Conflict in Van Diemen's Land
- Genre: drama play
- Running time: 60 mins (8:00 pm – 9:00 pm)
- Country of origin: Australia
- Language: English
- Hosted by: ABC
- Written by: Catherine Shepherd
- Directed by: John Cairns
- Original release: 17 April 1945

= Conflict in Van Diemen's Land =

Conflict in Van Diemen's Land is a 1945 Australian radio play by Catherine Shepherd. It concerned Governor Arthur's war against Tasmanian Aboriginals in colonial Tasmania. John Cairns directed.

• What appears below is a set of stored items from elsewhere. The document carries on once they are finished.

/**
 * Table builds (DESIGN.md §4, §7): a free-energy table for a code's own grid, built by a worker
 * from the queue (gateway/tables/runner.ts) and downloaded as HDF5 with its accuracy report.
 *
 * The grid: bounds in log10 ρYe (g/cm³) and log10 T (K) and points per decade (one number for both
 * directions, or one per direction), checked by the builder's own rules (eos validateGrid: bounds
 * whole multiples of the spacing, log10 T in [3, 13], log10 ρYe in [−15, 15]) and capped at
 * MAX_TABLE_NODES nodes. The pair-gas table is composition-independent; a `composition` (abar/zbar,
 * nuclides or a mixture name, resolved like evaluate's) adds that mixture's ion and Coulomb terms.
 *
 * Each request counts against the plan's table builds per month (plans.table_builds_per_month,
 * null = unlimited) — counted and inserted under a per-organisation lock so two concurrent requests
 * cannot both take the last one; a build that fails does not count.
 */
import { randomUUID } from 'node:crypto';
import type { Knex } from 'knex';
import { z } from 'zod';
import * as eosLib from '../../eos/index.js';
import { gridSize, validateGrid, type TableGrid } from '../../eos/free-energy-table.js';
import type { Config } from '../config.js';
import type { CompositionRequest, EosService } from '../eos/service.js';
import { QUEUES, type JobQueue } from '../jobs/queue.js';
import type { JobCaller, JobsService, JobView } from '../jobs/service.js';
import * as store from '../jobs/store.js';
import { ProblemError } from '../shared/problem.js';
import { parse } from '../shared/validate.js';
import { nextPeriod, periodStart } from '../usage/meter.js';
import { planTitle } from '../plans/store.js';
import type { FixedMixture } from './mixture-terms.js';

export const MAX_TABLE_NODES = 250_000;

const bound = z.number({ error: 'must be a number' }).finite();
const perDecade = z.number({ error: 'must be a number' }).int('must be a whole number').min(1).max(200);

export const tableBuildBody = z
  .object({
    name: z.string().trim().min(1).max(200).optional(),
    grid: z
      .object({
        logDensityYeMin: bound,
        logDensityYeMax: bound,
        logTemperatureMin: bound,
        logTemperatureMax: bound,
        pointsPerDecade: perDecade.optional(),
        pointsPerDecadeDensity: perDecade.optional(),
        pointsPerDecadeTemperature: perDecade.optional(),
        /** A denser band of log10 T (ends on the coarse axis); left out: the builder's pair-onset band; null: a uniform axis. */
        refinedTemperature: z.object({ logTemperatureMin: bound, logTemperatureMax: bound, pointsPerDecade: z.number().int().min(1).max(400) }).strict().nullable().optional(),
      })
      .strict(),
    composition: z.record(z.string(), z.unknown()).nullable().optional(),
  })
  .strict();

export type TableBuildBody = z.infer<typeof tableBuildBody>;

export class TableBuildService {
  constructor(
    private readonly db: Knex,
    private readonly jobs: JobsService,
    private readonly eos: EosService,
    private readonly queue: JobQueue,
    private readonly config: Config,
  ) {}

  async request(caller: JobCaller, raw: unknown): Promise<JobView> {
    await this.jobs.authorize(caller, 'jobs.create');
    const body = parse(tableBuildBody, raw);
    const g = body.grid;
    const grid: TableGrid = {
      logDensityYeMin: g.logDensityYeMin,
      logDensityYeMax: g.logDensityYeMax,
      logTemperatureMin: g.logTemperatureMin,
      logTemperatureMax: g.logTemperatureMax,
      pointsPerDecadeDensity: g.pointsPerDecadeDensity ?? g.pointsPerDecade ?? 0,
      pointsPerDecadeTemperature: g.pointsPerDecadeTemperature ?? g.pointsPerDecade ?? 0,
      ...(g.refinedTemperature !== undefined ? { refinedTemperature: g.refinedTemperature } : {}),
    };
    if (!grid.pointsPerDecadeDensity || !grid.pointsPerDecadeTemperature) {
      throw invalidGrid('Give pointsPerDecade, or both pointsPerDecadeDensity and pointsPerDecadeTemperature.');
    }
    try {
      validateGrid(grid);
    } catch (error) {
      throw invalidGrid(`${(error as Error).message.replace(/^table grid: /, '')}.`);
    }
    const { nD, nT } = gridSize(grid);
    if (nD * nT > MAX_TABLE_NODES) {
      throw invalidGrid(`This grid has ${nD} × ${nT} = ${nD * nT} nodes; a table build takes at most ${MAX_TABLE_NODES}. Narrow the bounds or use fewer points per decade.`, { nodes: nD * nT, maxNodes: MAX_TABLE_NODES });
    }
    const mixture = body.composition ? await this.fixedMixture(caller, body.composition as CompositionRequest) : null;
    const limits = await this.jobs.limits(caller);
    const createdBy = caller.actor?.userId ?? (caller.key ? ((await this.db('api_keys').where({ id: caller.key.keyId }).first('created_by'))?.created_by ?? null) : null);
    const name = body.name ?? `table ρYe 1e${grid.logDensityYeMin}–1e${grid.logDensityYeMax}, T 1e${grid.logTemperatureMin}–1e${grid.logTemperatureMax}`;
    const queueJobId = randomUUID();
    const row = await this.db.transaction(async (trx) => {
      await trx.raw('SELECT pg_advisory_xact_lock(hashtext(?))', [`table-builds:${caller.organisationId}`]);
      const period = periodStart();
      if (limits.tableBuildsPerMonth !== null) {
        const used = await store.tableBuildsSince(trx, caller.organisationId, new Date(period));
        if (used >= limits.tableBuildsPerMonth) {
          throw new ProblemError(
            'table-build-limit',
            429,
            'Table builds used up',
            // the plan by its name, counts in words that agree
            `The ${planTitle(limits.plan)} plan includes ${limits.tableBuildsPerMonth} table build${limits.tableBuildsPerMonth === 1 ? '' : 's'} a month, and ${used} ${used === 1 ? 'was' : 'were'} requested this period. Nothing was queued. Move to a larger plan on the Plan & billing page, or wait for the next period (starts ${new Date(nextPeriod(period)).toISOString()}).`,
            { tableBuildsPerMonth: limits.tableBuildsPerMonth, used },
          );
        }
      }
      const job = await store.insertJob(trx, {
        organisation_id: caller.organisationId,
        kind: 'table',
        name,
        created_by: createdBy,
        api_key_id: caller.key?.keyId ?? null,
        request: { grid, mixture, queueJobId, modelVersion: eosLib.MODEL_VERSION },
        points: nD * nT,
      });
      await this.queue.insertIn(trx, [
        {
          id: queueJobId,
          name: QUEUES.table,
          data: { jobId: job.id },
          retryLimit: 1,
          retryDelay: 5,
          expireInSeconds: this.config.TABLE_BUILD_EXPIRE_SECONDS,
          deadLetter: QUEUES.tableDead,
        },
      ]);
      return job;
    });
    return this.jobs.view(row);
  }

  /** The mixture resolved through the EOS service's composition rules (built-in and saved mixtures too). */
  private async fixedMixture(caller: JobCaller, composition: CompositionRequest): Promise<FixedMixture> {
    const resolved = await this.eos.withSavedMixture(caller.organisationId, { density: 1, temperature: 1e6, composition });
    const batch = await this.eos.prepare('evaluate', resolved, { plan: 'table', pointsPerMonth: Infinity, requestsPerSecond: Infinity, maxBatch: 1, tableBuildsPerMonth: null });
    const c = batch.composition;
    const scalar = (x: unknown) => (typeof x === 'number' ? x : Number((x as ArrayLike<number>)[0]));
    let stored: Record<string, unknown>;
    let mean: { abar: number; zbar: number; ye: number };
    if (c.kind === 'mean') {
      const abar = scalar(c.abar);
      const zbar = scalar(c.zbar);
      stored = { abar, zbar };
      mean = { abar, zbar, ye: zbar / abar };
    } else {
      const nuclides = c.nuclides.map((nu) => ({ a: nu.a, z: nu.z, massFraction: scalar(nu.massFraction) }));
      stored = { nuclides, normalize: c.normalize };
      mean = eosLib.meanComposition(nuclides, { normalize: c.normalize });
    }
    return { composition: stored, ...mean, name: typeof composition.mixture === 'string' ? composition.mixture : null };
  }
}

function invalidGrid(detail: string, extensions: Record<string, unknown> = {}): ProblemError {
  return new ProblemError('invalid-grid', 422, 'Invalid table grid', detail, extensions);
}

The play was repeated in 1945 and produced again in 1946.

==Premise==
According to ABC Weekly "In 1824 there was much rejoicing in Hobart Town when Governor Arthur arrived, but gaiety was shortlived. His cold, formal manner, his iron discipline, were soon manifest. He stifled freedom of the press, imprisoned the editor who dared to criticise the Government. Officials who disagreed with his methods were soon relieved of office. He ignored criticism, treated free settlers like convicts. Then he failed in the £30,000 war against the blacks. Theme of Miss Shepherd's trenchant play is that free peoples—be they black or white —will never submit to the power of a tyrant."